WHAT THE EXERCISE ASKS |
All that is wanted is a word-for-word copy of the data from its first line to the line containing "public enum Rectifier", both included.

EXTRACTED DATA |

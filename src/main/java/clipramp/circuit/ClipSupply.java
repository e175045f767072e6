package clipramp.circuit;

import java.util.Optional;

/**
 * The supply that falls to zero with the line: rectifier, dropping resistor, zener, and no filter capacitor.
 *
 * @param tap what the rectifier is across
 * @param rectifier bridge or single diode
 * @param diodeDropVolts forward drop V_F of one rectifier diode, V, 0 or more
 * @param dropper the dropping resistor R_D, ohm, above 0
 * @param zener the clipping zener
 * @param winding isolated synchronising winding, if the supply has one; never across the thyristor
 */
public record ClipSupply(
        Tap tap, Rectifier rectifier, double diodeDropVolts, Part dropper, Zener zener, Optional<Winding> winding) {
    /** What the rectifier is across. */
    public enum Tap {
        /** The line itself, or the winding that stands for it. */
        LINE("line"),
        /** The thyristor: the supply is gone from the pulse that turns it on until the line's next zero. */
        THYRISTOR("thyristor");

        private final String word;

        Tap(String word) {
            this.word = word;
        }

        /** The word that stands in a design file. */
        public String word() {
            return word;
        }
    }

    /** How the firing supply is rectified. */
    public enum Rectifier {
        /** Four diodes: every half cycle feeds the supply. */
        BRIDGE("bridge", 2),
        /** One diode: every second half cycle does. */
        DIODE("diode", 1);

        private final String word;
        private final int diodesInPath;

        Rectifier(String word, int diodesInPath) {
            this.word = word;
            this.diodesInPath = diodesInPath;
        }

        /** The word that stands in a design file. */
        public String word() {
            return word;
        }

        /** How many diodes in series the supply's current passes. */
        public int diodesInPath() {
            return diodesInPath;
        }
    }

    /** @throws IllegalArgumentException outside the stated ranges, or with a winding across the thyristor */
    public ClipSupply {
        Require.notNegative("rectifier diode drop", diodeDropVolts);
        Require.positive("dropping resistor", dropper.value());
        if (winding.isPresent() && tap == Tap.THYRISTOR) {
            throw new IllegalArgumentException("a synchronising winding excludes tap thyristor");
        }
    }

    /** What all rectifier diodes take that the supply's current passes: n V_F, V. */
    public double rectifierVolts() {
        return rectifier.diodesInPath() * diodeDropVolts;
    }

    /** Secondary over primary voltage of the winding; 1 without one. */
    public double windingRatio() {
        return winding.map(Winding::ratio).orElse(1.0);
    }

    /** Angle by which the supply lags the load's line, rad; 0 without a winding. */
    public double lagRad() {
        return winding.map(Winding::lagRad).orElse(0.0);
    }

    /** Whether a winding turns the supply over against the load's line. */
    public boolean isTurnedOver() {
        return winding.map(Winding::opposite).orElse(false);
    }

    /** Whether the firing circuit is separated from the line by a winding. */
    public boolean isIsolated() {
        return winding.isPresent();
    }
}
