package clipramp.circuit;

/**
 * Title block of the record; every field may be empty.
 *
 * @param number document number, as the maker counts
 * @param revision which issue of it
 * @param preparedBy who drew it up
 * @param reviewedBy who looked it over
 * @param date ISO 8601
 */
public record Document(String number, String revision, String preparedBy, String reviewedBy, String date) {
    /** A title block with nothing in it. */
    public static final Document EMPTY = new Document("", "", "", "", "");
}
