package clipramp.circuit;

import java.util.List;
import java.util.Map;
import java.util.Optional;
import java.util.OptionalDouble;

/**
 * SCR or triac, data-sheet figures.
 *
 * @param kind SCR or triac
 * @param id profile or in-place name
 * @param gate gate data
 * @param latching I_L against junction temperature, if known
 * @param holding I_H against junction temperature, if known
 * @param turnOffSeconds t_q, s, if known
 * @param commutating commutating dv/dt, if known
 * @param onState threshold and slope of the on-state voltage
 * @param limits absolute ratings
 * @param junctionToCaseKelvinPerWatt R_thJC, K/W, if known
 */
public record ThyristorDevice(
        Kind kind,
        String id,
        Gate gate,
        Optional<TemperatureCurve> latching,
        Optional<TemperatureCurve> holding,
        OptionalDouble turnOffSeconds,
        Optional<Commutating> commutating,
        OnState onState,
        Limits limits,
        OptionalDouble junctionToCaseKelvinPerWatt) {

    /** Which way it conducts. */
    public enum Kind {
        /** One way. */
        SCR("scr"),
        /** Both ways. */
        TRIAC("triac");

        private final String word;

        Kind(String word) {
            this.word = word;
        }

        /** The word that stands in a design file. */
        public String word() {
            return word;
        }
    }

    /** Triac quadrants: polarity of main terminal two, then of the gate. */
    public enum Quadrant {
        /** Both positive. */
        I_PLUS("I+"),
        /** Main terminal two positive, gate negative. */
        I_MINUS("I-"),
        /** Both negative. */
        III_MINUS("III-"),
        /** Main terminal two negative, gate positive. */
        III_PLUS("III+");

        private final String word;

        Quadrant(String word) {
            this.word = word;
        }

        /** The word that stands in a design file. */
        public String word() {
            return word;
        }
    }

    /**
     * Gate data. The typical gate junction is i_G = max(0, (v_GK - knee)/slope).
     *
     * @param kneeVolts V_G0, V, 0 or more
     * @param slopeOhms r_G, ohm, above 0
     * @param trigger I_GT and V_GT against junction temperature, largest of any device
     * @param quadrants the same by quadrant, triacs only; a missing quadrant is not specified
     * @param nonTrigger V_GD, if known
     * @param turnOnSeconds t_gt, s, if known
     * @param limits gate ratings
     */
    public record Gate(
            double kneeVolts,
            double slopeOhms,
            TriggerDemand trigger,
            Map<Quadrant, TriggerDemand> quadrants,
            Optional<NonTrigger> nonTrigger,
            OptionalDouble turnOnSeconds,
            GateLimits limits) {
        /** @throws IllegalArgumentException outside the stated ranges */
        public Gate {
            Require.notNegative("gate knee voltage", kneeVolts);
            Require.positive("gate slope resistance", slopeOhms);
            quadrants = Map.copyOf(quadrants);
        }

        /**
         * The same gate with another junction i_G = max(0, (v_GK - knee)/slope).
         *
         * @param newKneeVolts V, 0 or more
         * @param newSlopeOhms ohm, above 0
         * @throws IllegalArgumentException outside those ranges
         */
        public Gate withJunction(double newKneeVolts, double newSlopeOhms) {
            return new Gate(newKneeVolts, newSlopeOhms, trigger, quadrants, nonTrigger, turnOnSeconds, limits);
        }
    }

    /**
     * A gate voltage at which no device of the type triggers.
     *
     * @param volts V_GD, V, above 0
     * @param celsius junction temperature that it holds at, °C
     */
    public record NonTrigger(double volts, double celsius) {
        /** @throws IllegalArgumentException where the voltage is not above zero */
        public NonTrigger {
            Require.positive("non-trigger voltage", volts);
        }
    }

    /**
     * Gate ratings, each where the sheet states it.
     *
     * @param amps I_GM, A
     * @param volts V_GM forward, V
     * @param reverseVolts V_RGM, V
     * @param peakWatts P_GM, W
     * @param peakWattsForSeconds pulse length that P_GM holds for, s
     * @param meanWatts P_G(AV), W
     */
    public record GateLimits(
            OptionalDouble amps,
            OptionalDouble volts,
            OptionalDouble reverseVolts,
            OptionalDouble peakWatts,
            OptionalDouble peakWattsForSeconds,
            OptionalDouble meanWatts) {}

    /**
     * How fast voltage may come back as the current dies.
     *
     * @param voltsPerSecond (dv/dt)c, V/s
     * @param celsius junction temperature that it holds at, °C
     */
    public record Commutating(double voltsPerSecond, double celsius) {}

    /**
     * v_T = threshold + slope i_T.
     *
     * @param thresholdVolts V_T0, V, 0 or more
     * @param slopeOhms r_T, ohm, 0 or more
     */
    public record OnState(double thresholdVolts, double slopeOhms) {
        /** @throws IllegalArgumentException outside the stated ranges */
        public OnState {
            Require.notNegative("on-state threshold", thresholdVolts);
            Require.notNegative("on-state slope", slopeOhms);
        }
    }

    /**
     * Absolute ratings, each where the sheet states it.
     *
     * @param volts V_DRM, V_RRM, V
     * @param rmsAmps I_T(RMS), A
     * @param meanAmps I_T(AV), A
     * @param surgeAmps I_TSM, A
     * @param ampsSquaredSeconds I squared t, A²s
     * @param junctionCelsius T_J max, °C
     * @param voltsPerSecond rate of rise of the off-state voltage that it bears without turning on, V/s
     * @param ampsPerSecond rate of rise of the on-state current that it bears as it turns on, A/s
     */
    public record Limits(
            OptionalDouble volts,
            OptionalDouble rmsAmps,
            OptionalDouble meanAmps,
            OptionalDouble surgeAmps,
            OptionalDouble ampsSquaredSeconds,
            OptionalDouble junctionCelsius,
            OptionalDouble voltsPerSecond,
            OptionalDouble ampsPerSecond) {}

    /** Quadrants that a pulse of one polarity uses, first in the positive half cycle. */
    public static List<Quadrant> quadrantsOf(GateDrive.Polarity polarity) {
        return polarity == GateDrive.Polarity.POSITIVE
                ? List.of(Quadrant.I_PLUS, Quadrant.III_PLUS)
                : List.of(Quadrant.I_MINUS, Quadrant.III_MINUS);
    }

    /** The same device with other gate data. */
    public ThyristorDevice withGate(Gate newGate) {
        return new ThyristorDevice(
                kind,
                id,
                newGate,
                latching,
                holding,
                turnOffSeconds,
                commutating,
                onState,
                limits,
                junctionToCaseKelvinPerWatt);
    }

    /** The same device with another on-state line. */
    public ThyristorDevice withOnState(OnState newOnState) {
        return new ThyristorDevice(
                kind,
                id,
                gate,
                latching,
                holding,
                turnOffSeconds,
                commutating,
                newOnState,
                limits,
                junctionToCaseKelvinPerWatt);
    }
}
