package clipramp.circuit;

import clipramp.circuit.ClipSupply.Rectifier;
import clipramp.circuit.ClipSupply.Tap;
import clipramp.circuit.GateDrive.Coupling;
import clipramp.circuit.GateDrive.Polarity;
import java.util.ArrayList;
import java.util.List;
import java.util.Optional;

/**
 * Which combinations of stage, firing supply, coupling and load can work at all, and the electrical reason where one
 * cannot.
 */
public final class Soundness {
    private Soundness() {}

    /**
     * Why a combination cannot work.
     *
     * @param key the key to change, such as gate.coupling
     * @param value what stands there, such as direct
     * @param circumstance what it does not go with, such as "with stage triac"
     * @param why the electrical reason, a sentence without its full stop
     * @param remedy what to use instead, a sentence
     */
    public record Reason(String key, String value, String circumstance, String why, String remedy) {
        /** {@code gate.coupling direct with stage triac: the firing common would jump ... Use transformer ...}. */
        public String sentence() {
            return key + " " + value + " " + circumstance + ": " + why + ". " + remedy;
        }
    }

    /** Why the firing supply is not there when the stage needs it; empty where it is. */
    public static List<Reason> ofSupply(Stage stage, ClipSupply clip) {
        List<Reason> reasons = new ArrayList<>();
        String with = "with stage " + stage.word();
        if (clip.tap() == Tap.THYRISTOR && stage == Stage.HALF_WAVE) {
            reasons.add(new Reason(
                    "clip.tap",
                    clip.tap().word(),
                    with,
                    "the supply would stay off after the pulse for the whole rest of the half cycle and its common already"
                            + " is a line wire, so nothing is gained over the line itself",
                    "Use line."));
        }
        if (stage.isFullWave() && clip.rectifier() == Rectifier.DIODE) {
            reasons.add(new Reason(
                    "clip.rectifier",
                    clip.rectifier().word(),
                    with,
                    "a single diode feeds the firing circuit in every second half cycle only, so one half of the load's"
                            + " current would be missing",
                    "Use bridge."));
        }
        boolean fromLine = clip.tap() == Tap.LINE && !clip.isIsolated();
        if (stage == Stage.HALF_WAVE && fromLine && clip.rectifier() == Rectifier.BRIDGE) {
            reasons.add(jumpingCommon(with));
        }
        return reasons;
    }

    private static Reason jumpingCommon(String with) {
        return new Reason(
                "clip.rectifier",
                Rectifier.BRIDGE.word(),
                with,
                "the common of a line bridge jumps between the two line wires, while the SCR's cathode stays on one,"
                        + " and every second pulse would come under reverse anode voltage",
                "Use diode, or clip.winding.");
    }

    /** Why the pulse does not reach the gate, or something else does; empty for a sound coupling. */
    public static List<Reason> ofCoupling(Stage stage, ClipSupply clip, GateDrive gate) {
        List<Reason> reasons = new ArrayList<>();
        String with = "with stage " + stage.word();
        boolean direct = gate.coupling() == Coupling.DIRECT;
        if (direct && stage == Stage.INVERSE_PARALLEL) {
            reasons.add(new Reason(
                    "gate.coupling",
                    "direct",
                    with,
                    "the two cathodes stand on different sides of the pair, and one firing common cannot be both",
                    "Use transformer with secondaries: 2."));
        } else if (direct && !clip.isIsolated() && jumps(stage, clip)) {
            reasons.add(new Reason(
                    "gate.coupling",
                    "direct",
                    stage == Stage.BRIDGE_AC ? with + " and clip.tap line" : with,
                    "the firing common would jump between the line wires",
                    stage == Stage.BRIDGE_AC
                            ? "Use transformer, clip.winding, or clip.tap thyristor."
                            : "Use transformer, or clip.winding."));
        }
        reasons.addAll(ofSecondaries(stage, gate, with));
        reasons.addAll(ofPolarity(stage, gate, with));
        return reasons;
    }

    // Only a bridge that is the stage's own has its negative on the thyristor's cathode.
    private static boolean jumps(Stage stage, ClipSupply clip) {
        return switch (stage) {
            case TRIAC -> true;
            case BRIDGE_AC -> clip.tap() == Tap.LINE;
            default -> false;
        };
    }

    private static List<Reason> ofSecondaries(Stage stage, GateDrive gate, String with) {
        if (gate.transformer().isEmpty()) {
            return List.of();
        }
        int secondaries = gate.transformer().get().secondaries();
        boolean two = stage == Stage.INVERSE_PARALLEL;
        if (two == (secondaries == 2)) {
            return List.of();
        }
        return List.of(new Reason(
                "gate.transformer.secondaries",
                String.valueOf(secondaries),
                with,
                two
                        ? "two gates at different potentials need a secondary each"
                        : "there is one gate, and it needs one secondary",
                two ? "Use 2." : "Use 1."));
    }

    private static List<Reason> ofPolarity(Stage stage, GateDrive gate, String with) {
        if (gate.polarity() == Polarity.POSITIVE) {
            return List.of();
        }
        if (stage != Stage.TRIAC) {
            return List.of(new Reason(
                    "gate.polarity",
                    "negative",
                    with,
                    "an SCR is turned on by a positive gate pulse only",
                    "Use positive."));
        }
        return gate.coupling() == Coupling.DIRECT
                ? List.of(new Reason(
                        "gate.polarity",
                        "negative",
                        "with gate.coupling direct",
                        "the pulse at base one is positive, and only a transformer can turn it over",
                        "Use positive, or coupling transformer."))
                : List.of();
    }

    /**
     * Why the stage cannot let go of the load's current; empty where it can.
     *
     * @param stage the stage
     * @param load the load
     * @param snubber across the thyristor, if there is one
     * @param device the thyristor, where it could be read; its turn-off time counts as known where it could not
     */
    public static List<Reason> ofLoad(
            Stage stage, Load load, Optional<Snubber> snubber, Optional<ThyristorDevice> device) {
        if (!(load instanceof Load.Inductive inductive)) {
            return List.of();
        }
        String with = "with stage " + stage.word();
        boolean freewheel = inductive.freewheel().isPresent();
        if (stage == Stage.BRIDGE_DC && !freewheel) {
            return List.of(new Reason(
                    "load.kind",
                    "inductive",
                    with,
                    "without a freewheeling diode across the load its current goes on through the bridge and the SCR never"
                            + " turns off",
                    "Give load.freewheel, such as {drop: 0.9 V}."));
        }
        boolean turnOffKnown = device.map(d -> d.turnOffSeconds().isPresent()).orElse(true);
        if (stage == Stage.BRIDGE_AC && (snubber.isEmpty() || !turnOffKnown)) {
            return List.of(turnOffUnjudged(with, snubber.isPresent(), turnOffKnown));
        }
        if (freewheel && stage.isFullWave() && stage != Stage.BRIDGE_DC) {
            return List.of(new Reason(
                    "load.freewheel",
                    "given",
                    with,
                    "a diode across an alternating load shorts every second half cycle",
                    "Use load.freewheel: none."));
        }
        return List.of();
    }

    private static Reason turnOffUnjudged(String with, boolean snubbed, boolean turnOffKnown) {
        String lacking = snubbed
                ? "its profile states no turn-off time"
                : turnOffKnown ? "there is no snubber" : "there is neither a snubber nor a stated turn-off time";
        return new Reason(
                "load.kind",
                "inductive",
                with,
                "when the current reaches zero the bridge puts forward voltage on the SCR at once; whether it has turned"
                        + " off by then cannot be judged, for " + lacking,
                "Use stage inverse-parallel or triac, or bridge-dc with load.freewheel; or give snubber, such as"
                        + " {resistance: 100 ohm, capacitance: 100 nF}, and an SCR whose turn-off is known.");
    }

    /** Why the device is not one that the stage is built of; empty where it is. */
    public static List<Reason> ofDevice(Stage stage, ThyristorDevice.Kind kind) {
        boolean triac = kind == ThyristorDevice.Kind.TRIAC;
        if (triac == (stage == Stage.TRIAC)) {
            return List.of();
        }
        return List.of(new Reason(
                "thyristor.device",
                kind.word(),
                "with stage " + stage.word(),
                triac
                        ? "this stage is built of SCRs"
                        : "an SCR conducts one way, and this stage is one device that conducts both",
                triac ? "Use an SCR, or stage triac." : "Use a triac, or stage inverse-parallel."));
    }
}
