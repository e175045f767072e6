package clipramp.circuit;

/**
 * One diode of the stage's bridge, in the load's path.
 *
 * @param dropVolts forward drop, V
 * @param slopeOhms forward slope resistance, ohm
 */
public record StageDiodes(double dropVolts, double slopeOhms) {
    public StageDiodes {
        Require.notNegative("stage diode drop", dropVolts);
        Require.notNegative("stage diode slope", slopeOhms);
    }
}
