package clipramp.circuit;

import java.util.Optional;

/**
 * The ramp: C_E charged through R_E, which is the fixed resistor, what the pot gives, and presets that are set on every unit.
 *
 * @param capacitor C_E, F
 * @param fixed fixed part of R_E, ohm
 * @param pot the knob, or none for a fixed ramp
 * @param trimmers presets in series with the fixed resistor and across the pot, if there are any
 */
public record Ramp(Part capacitor, Part fixed, Optional<Pot> pot, Trimmers trimmers) {
    /** No wiper's contact is nothing, and no circuit can tell less from this, ohm. */
    private static final double LEAST_OHMS = 0.01;

    public Ramp {
        Require.positive("ramp capacitor", capacitor.value());
        if (pot.isEmpty()) {
            Require.positive("fixed ramp resistor", fixed.value());
            if (trimmers.low().isPresent()) {
                throw new IllegalArgumentException(
                        "a trimmer for the lowest setting lies across a pot, and there is none");
            }
        }
    }

    /** A ramp without trimmers. */
    public Ramp(Part capacitor, Part fixed, Optional<Pot> pot) {
        this(capacitor, fixed, pot, Trimmers.NONE);
    }

    /** The fixed resistor and its trimmer at mid-track, ohm. */
    public double seriesOhms() {
        return fixed.value() + Trimmers.nominalOhms(trimmers.high());
    }

    /** What lies across the pot's used section, its trimmer at mid-track, ohm; POSITIVE_INFINITY for nothing. */
    public double acrossOhms() {
        Optional<Part> shunt = pot.flatMap(Pot::shunt);
        return shunt.isEmpty() && trimmers.low().isEmpty()
                ? Double.POSITIVE_INFINITY
                : shunt.map(Part::value).orElse(0.0) + Trimmers.nominalOhms(trimmers.low());
    }

    /**
     * R_E at a knob position, nominal parts (model: knob).
     *
     * @param position 0 fully anticlockwise .. 1 fully clockwise; ignored for a fixed ramp
     * @return ohms
     */
    public double rampOhms(double position) {
        double used = pot.map(p ->
                        Pot.ohms(p.trackShare(position), p.endOhms(), p.track().value(), acrossOhms()))
                .orElse(0.0);
        return Math.max(LEAST_OHMS, seriesOhms() + used);
    }
}
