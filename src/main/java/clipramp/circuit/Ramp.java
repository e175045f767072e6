package clipramp.circuit;

import java.util.Optional;

/**
 * The ramp: C_E charged through R_E, which is the fixed resistor, what the pot gives, and presets that are set on every unit.
 *
 * @param capacitor C_E, F, above 0
 * @param fixed fixed part of R_E, ohm; 0 with a pot only
 * @param pot the knob, or none for a fixed ramp
 * @param trimmers presets in series with the fixed resistor and across the pot, if there are any
 */
public record Ramp(Part capacitor, Part fixed, Optional<Pot> pot, Trimmers trimmers) {
    /** No wiper's contact is nothing, and no circuit can tell less from this, ohm. */
    private static final double LEAST_OHMS = 0.01;

    /** @throws IllegalArgumentException outside the stated ranges, or with a low trimmer and no pot */
    public Ramp {
        Require.positive("ramp capacitor", capacitor.value());
        if (pot.isEmpty()) {
            Require.positive("fixed ramp resistor", fixed.value());
            if (trimmers.low().isPresent()) {
                throw new IllegalArgumentException(
                        "a trimmer for the lowest setting lies across a pot, and there is none");
            }
        }
    }

    /**
     * A ramp without trimmers.
     *
     * @throws IllegalArgumentException as the full constructor
     */
    public Ramp(Part capacitor, Part fixed, Optional<Pot> pot) {
        this(capacitor, fixed, pot, Trimmers.NONE);
    }

    /** The fixed resistor and its trimmer at mid-track, ohm. */
    public double seriesOhms() {
        return fixed.value() + Trimmers.nominalOhms(trimmers.high());
    }

    /** What lies across the pot's used section, its trimmer at mid-track, ohm; POSITIVE_INFINITY for nothing. */
    public double acrossOhms() {
        Optional<Part> shunt = pot.flatMap(Pot::shunt);
        return shunt.isEmpty() && trimmers.low().isEmpty()
                ? Double.POSITIVE_INFINITY
                : shunt.map(Part::value).orElse(0.0) + Trimmers.nominalOhms(trimmers.low());
    }

    /**
     * R_E at a knob position, nominal parts: the fixed resistor, what the pot's used section and its shunt leave, and the
     * trimmers at mid-track; never under 10 mohm.
     *
     * @param position 0 fully anticlockwise .. 1 fully clockwise; ignored for a fixed ramp
     * @return ohm
     * @throws IllegalArgumentException where there is a pot and the position lies outside 0..1
     */
    public double rampOhms(double position) {
        double used = pot.map(p ->
                        Pot.ohms(p.trackShare(position), p.endOhms(), p.track().value(), acrossOhms()))
                .orElse(0.0);
        return Math.max(LEAST_OHMS, seriesOhms() + used);
    }
}
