package clipramp.circuit;

/**
 * Isolated synchronising winding, rms and open circuit.
 *
 * @param primaryVolts rms of the primary, V, above 0
 * @param secondaryVolts rms of the secondary with that on the primary, V, above 0
 * @param opposite whether the secondary is turned over
 * @param lagRad angle by which the secondary lags the line, rad, within a quarter period either way
 */
public record Winding(double primaryVolts, double secondaryVolts, boolean opposite, double lagRad) {
    /** @throws IllegalArgumentException outside the stated ranges */
    public Winding {
        Require.positive("winding primary voltage", primaryVolts);
        Require.positive("winding secondary voltage", secondaryVolts);
        if (!(Math.abs(lagRad) < Math.PI / 2)) {
            throw new IllegalArgumentException("winding lag must lie within -90..90 degrees, is " + lagRad + " rad");
        }
    }

    /** Secondary over primary voltage. */
    public double ratio() {
        return secondaryVolts / primaryVolts;
    }
}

EXPECTED OUTPUT |
filename src/main/java/clipramp/circuit/ClipSupply.java
repository e175045f767072e6
package clipramp.circuit;

import java.util.Optional;

/**
 * The supply that falls to zero with the line: rectifier, dropping resistor, zener, and no filter capacitor.
 *
 * @param tap what the rectifier is across
 * @param rectifier bridge or single diode
 * @param diodeDropVolts forward drop V_F of one rectifier diode, V, 0 or more
 * @param dropper the dropping resistor R_D, ohm, above 0
 * @param zener the clipping zener
 * @param winding isolated synchronising winding, if the supply has one; never across the thyristor
 */
public record ClipSupply(
        Tap tap, Rectifier rectifier, double diodeDropVolts, Part dropper, Zener zener, Optional<Winding> winding) {
    /** What the rectifier is across. */
    public enum Tap {
        /** The line itself, or the winding that stands for it. */
        LINE("line"),
        /** The thyristor: the supply is gone from the pulse that turns it on until the line's next zero. */
        THYRISTOR("thyristor");

        private final String word;

        Tap(String word) {
            this.word = word;
        }

        /** The word that stands in a design file. */
        public String word() {
            return word;
        }
    }

    /** How the firing supply is rectified. */
    public enum Rectifier {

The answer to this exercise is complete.